Anecdotes can serve as inspiration to conduct a study, but in themselves they
can be cherry-picked and interpreted in any way that serves the storyteller's
(known or unknown) biases. The result of this approach in the past has been
thousands of people suffering from unnecessary and risky or harmful treatments
that bring no benefit, e.g., cardiac stents, arthroscopic knee surgeries, and
other medical reversals. See for example:

\- A decade of reversal: Analysis of 146 contradicted medical practices, Dr.
Vinay Prasad, Mayo Clinic Proceedings (2013) \- A Decade of Reversal: An
Analysis of 146 Contradicted Medical Practices, Dr. Vinay Prasad, Youtube
video (2013) \- Reversals of established medical practice: Evidence to abandon
ship, Dr. Vinay Prasad, JAMA (2012) \- The placebo effect isn't just for
pills, Dr. Aaron Carroll, NY Times (2014)

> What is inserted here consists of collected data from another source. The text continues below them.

/** Where a formula comes from. Titles are from memory, as in docs/formulas.md. */
export interface Source {
  readonly author?: string
  readonly title: string
  readonly venue?: string
  readonly year?: number
}

export const DEFINITION: Source = { title: 'By definition' }
export const OWN: Source = { title: 'Espalier’s own: docs/formulas.md' }
export const MACHINE_SHEET: Source = { title: 'The machine sheet, as its steward entered it' }

export const CODATA: Source = {
  author: 'Tiesinga et al.',
  title: 'CODATA recommended values of the fundamental physical constants: 2018',
  venue: 'Rev. Mod. Phys. 93:025010',
  year: 2021,
}
export const WILSON: Source = {
  author: 'Wilson',
  title: 'Probable inference, the law of succession, and statistical inference',
  venue: 'J. Am. Stat. Assoc. 22:209',
  year: 1927,
}
export const MANTEL_HAENSZEL: Source = {
  author: 'Mantel & Haenszel',
  title: 'Statistical aspects of the analysis of data from retrospective studies of disease',
  year: 1959,
}
export const BENJAMINI_HOCHBERG: Source = {
  author: 'Benjamini & Hochberg',
  title: 'Controlling the false discovery rate',
  year: 1995,
}
export const CHOI_2008: Source = {
  author: 'Choi',
  title: 'Minor-embedding in adiabatic quantum computation: I. The parameter setting problem',
  venue: 'arXiv:0804.4884',
  year: 2008,
}
export const CHOI_2011: Source = {
  author: 'Choi',
  title: 'Minor-embedding in adiabatic quantum computation: II. Minor-universal graph design',
  venue: 'Quantum Inf. Process. 10',
  year: 2011,
}
export const VENTURELLI: Source = {
  author: 'Venturelli et al.',
  title: 'Quantum optimization of fully connected spin glasses',
  venue: 'Phys. Rev. X 5:031040',
  year: 2015,
}
export const KING_MCGEOCH: Source = {
  author: 'King & McGeoch',
  title: 'Algorithm engineering for a quantum annealing platform',
  venue: 'arXiv:1410.2628',
  year: 2014,
}
export const BOOTHBY_2016: Source = {
  author: 'Boothby, King & Roy',
  title: 'Fast clique minor generation in Chimera qubit connectivity graphs',
  venue: 'Quantum Inf. Process. 15',
  year: 2016,
}
export const PEGASUS: Source = {
  author: 'Boothby, Bunyk, Raymond & Roy',
  title: 'definition of the Pegasus graphs',
  venue: 'arXiv:2003.00133',
  year: 2020,
}
export const ZEPHYR: Source = { author: 'Boothby, King & Raymond', title: 'Zephyr topology', year: 2021 }
export const HEAVY_HEX: Source = {
  author: 'Chamberland, Zhu, Yoder, Hertzberg & Cross',
  title: 'Topological and subsystem codes on low-degree graphs with flag qubits',
  venue: 'Phys. Rev. X 10, 011022',
  year: 2020,
}
export const BODLAENDER_KOSTER: Source = {
  author: 'Bodlaender & Koster',
  title: 'Treewidth computations I. Upper bounds',
  venue: 'Inf. Comput. 208',
  year: 2010,
}
export const GILBERT: Source = {
  author: 'Gilbert, Ng & Peyton',
  title: 'An efficient algorithm to compute row and column counts for sparse Cholesky factorization',
  venue: 'SIAM J. Matrix Anal. Appl. 15',
  year: 1994,
}
export const CAI: Source = {
  author: 'Cai, Macready & Roy',
  title: 'A practical heuristic for finding graph minors',
  venue: 'arXiv:1406.2741',
  year: 2014,
}
export const GRAY: Source = {
  author: 'Gray',
  title: 'Pulse code communication',
  venue: 'US patent 2632058',
  year: 1953,
}
export const BERTELE_BRIOSCHI: Source = {
  author: 'Bertele & Brioschi',
  title: 'Nonserial dynamic programming',
  year: 1972,
}
export const GLOVER_WOOLSEY: Source = {
  author: 'Glover & Woolsey',
  title: 'Converting the 0-1 polynomial programming problem to a 0-1 linear program',
  venue: 'Oper. Res. 22',
  year: 1974,
}
export const KIRKPATRICK: Source = {
  author: 'Kirkpatrick, Gelatt & Vecchi',
  title: 'Optimization by simulated annealing',
  venue: 'Science 220',
  year: 1983,
}
export const LUCAS: Source = {
  author: 'Lucas',
  title: 'Ising formulations of many NP problems',
  venue: 'Front. Phys. 2:5',
  year: 2014,
}
export const GOGATE_DECHTER: Source = {
  author: 'Gogate & Dechter; Bodlaender, Koster & Wolle',
  title: 'A complete anytime algorithm for treewidth; Contraction and treewidth lower bounds',
  venue: 'UAI; ESA',
  year: 2004,
}
export const CUTHILL_MCKEE: Source = {
  author: 'Cuthill & McKee; George',
  title: 'Reducing the bandwidth of sparse symmetric matrices; Computer implementation of the finite element method',
  venue: 'ACM National Conference 1969; thesis, Stanford',
  year: 1971,
}
export const HAMMER_HANSEN_SIMEONE: Source = {
  author: 'Hammer, Hansen & Simeone',
  title: 'Roof duality, complementation and persistency in quadratic 0–1 optimization',
  venue: 'Math. Programming 28',
  year: 1984,
}
export const BOROS_HAMMER: Source = {
  author: 'Boros & Hammer',
  title: 'Pseudo-Boolean optimization',
  venue: 'Discrete Appl. Math. 123',
  year: 2002,
}
export const ISAKOV: Source = {
  author: 'Isakov, Zintchenko, Rønnow & Troyer',
  title: 'Optimised simulated annealing for Ising spin glasses',
  venue: 'Comput. Phys. Commun. 192',
  year: 2015,
}
export const MARTONAK: Source = {
  author: 'Martoňák, Santoro & Tosatti',
  title: 'Quantum annealing by the path-integral Monte Carlo method: the two-dimensional random Ising model',
  venue: 'Phys. Rev. B 66:094203',
  year: 2002,
}
export const RONNOW: Source = {
  author: 'Rønnow et al.',
  title: 'Defining and detecting quantum speedup',
  venue: 'Science 345:420',
  year: 2014,
}
export const BESAG: Source = {
  author: 'Besag',
  title: 'Statistical analysis of non-lattice data',
  venue: 'The Statistician 24:179',
  year: 1975,
}
export const PEARSON: Source = {
  author: 'Pearson',
  title:
    'On the criterion that a given system of deviations … can be reasonably supposed to have arisen from random sampling',
  venue: 'Phil. Mag. 50:157',
  year: 1900,
}
export const KRUSKAL_WALLIS: Source = {
  author: 'Kruskal & Wallis',
  title: 'Use of ranks in one-criterion variance analysis',
  venue: 'J. Am. Stat. Assoc. 47:583',
  year: 1952,
}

Evidence-based medicine is necessary to protect patients from the (known or
unknown) biases of the provider. In cases where providers want to proceed
without evidence, it is their ethical obligation during the informed consent
process to alert their customers that they are being used as guinea pigs.

The solution to the problem of insufficient evidence is working to acquire
more and better evidence. Patients' health and well-being depends on it.